Уголками глаз он видел очень высоко подвешенные во мраке огни фонарей. Когда один из них к нему приближался, он подбегал к нему и обнюхивал цоколь. Уже в первые дни своей парижской жизни он заметил, что на этих чугунных цоколях сохраняются очень многочисленные следы собачьей мочи. От них исходит своего рода непреодолимый призыв. Фонарные цоколи напоминают то, чем были бы для путника придорожные столбы, покрытые росчерками, фамильярными надписями, шутливыми поощрениями, приятными непристойностями, словно все они в совокупности обращаются к нему, утешают его в одиночестве, которое становится, благодаря этому, весьма относительным и временным. У каждого из фонарей Макэр оставлял две-три капли. Многочисленность их вынуждала его к строгой бережливости.

Среди этих накладывавшихся друг на друга следов он, естественно, искал оставленных суками. Ему более или менее удавалось их различать и даже узнавать, что та или другая из сук проходит через любовный период. Но таким впечатлениям недоставало яркости. Они не овладевали психикой Макэра, не направляли его на какой-нибудь след. Это был неясный намек на любовь, а не обещание, не настойчивое приглашение. К тому же было, по-видимому, невозможно разыскать в столичном кишении эротически возбужденную суку.
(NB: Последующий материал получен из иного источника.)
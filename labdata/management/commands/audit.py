"""``manage.py audit``: does the audit trail hold?"""

from typing import Any

from django.db import connection

from labdata import audit, fixity, triggers
from labdata.errors import AuditBroken
from labdata.management.commands._base import ServiceCommand


class Command(ServiceCommand):
    help = "Verify the audit trail: exit 1 and the first broken entry if it was tampered with."

    def answer(self, **options: Any) -> dict[str, Any]:
        answer = audit.verify()
        if gone := triggers.missing(connection):
            raise AuditBroken(
                f"The database no longer refuses changes: the triggers {', '.join(gone)} are missing.",
                remedy="Find out who removed them; `manage.py migrate` makes them again.",
                triggers=gone,
            )
        return {**answer, "facts": fixity.verify()}

    def show(self, answer: dict[str, Any]) -> None:
        self.stdout.write(f"The audit trail holds: {answer['entries']} entries, head {answer['head']}.")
Любовь, уже и в деревне весьма затрудненная для собак, ощетинившаяся столькими препятствиями, становилась в Париже несбыточной мечтой. А Макэр был девственен. Половое влечение мучило его уже давно. Но два или три случая утолить его были перехвачены более взрослыми и сильными соперниками. Когда все псы в округе взволнованы, девятимесячный Макэр может ждать одних только неприятностей от своей кандидатуры. На какую же случайность пришлось бы ему рассчитывать, ожидая удачи в Париже?

Делая свои зигзаги, Макэр избегал прохожих и экипажей. В деревне люди никогда не передвигаются в таком количестве, а когда случайно собираются в одном месте, например, на базаре, то почти не движутся или только шевелятся. Парижские же тротуары исполосованы быстрыми шагами. Ноги при сильном размахе всегда могут ударить. Относительно экипажей Макэр как будто понял, что края тротуаров не дают им покинуть мостовую и что, поэтому, держась поодаль от этих краев, можно не опасаться удара по голове лошадиным копытом или гибели под огромным колесом. Но он не был вполне спокоен на этот счет. И когда на не слишком большом расстоянии катился мимо фургон, влекомый теми крупными лошадьми, которые охотно ржут и гарцуют, Макэр, подбирая свой бок, старался прижаться к стене.

А между тем, как раз лошади и повозки предохранили его от чувства совершенной потерянности в тот день, когда он решился на первую прогулку по Парижу. Несмотря на некоторые местные различия, он узнавал знакомые ему вещи. Замечая кучу помета среди мостовой, он вынужден был бороться с желанием подбежать и обнюхать ее. Даже издали шедший от нее запах навевал на него сельские воспоминания и мечты.

Зато автомобили казались ему явными врагами. Не потому, что были ему незнакомы. У себя на родине он перевидал их много, мчавшихся с треском и вонью по дорогам или стоявших перед домами. Он их тщательно изучал, ни на миг не принимая их за живые существа. Человеку приятно думать, будто такая иллюзия, лестная для его творческой способности, обольщает животных, глядящих на его машины. Он забывает, что от живого существа исходит невоспроизводимый запах, больше того — эманация. Как бы автомобиль ни бежал, ни останавливался, как бы ни казалось, что он выбирает свой путь, избегает или ищет тебя, все-таки от него пахнет коптящей лампой, детским мячом, обувью, чем угодно, только не теплой плотью. И вдобавок нечто, не являющееся нюхом, служит тебе порукой, что он не принадлежит к роду живых. Поэтому Макэр без труда отнес автомобиль к предметам, окружающим человека, прибавляющимся к нему, составляющим его продолжение, хотя и способным становиться не менее страшными, чем одушевленные предметы, только в иной форме. Таковы стулья, хлысты, шкапы, тачки, плуги, молотилки.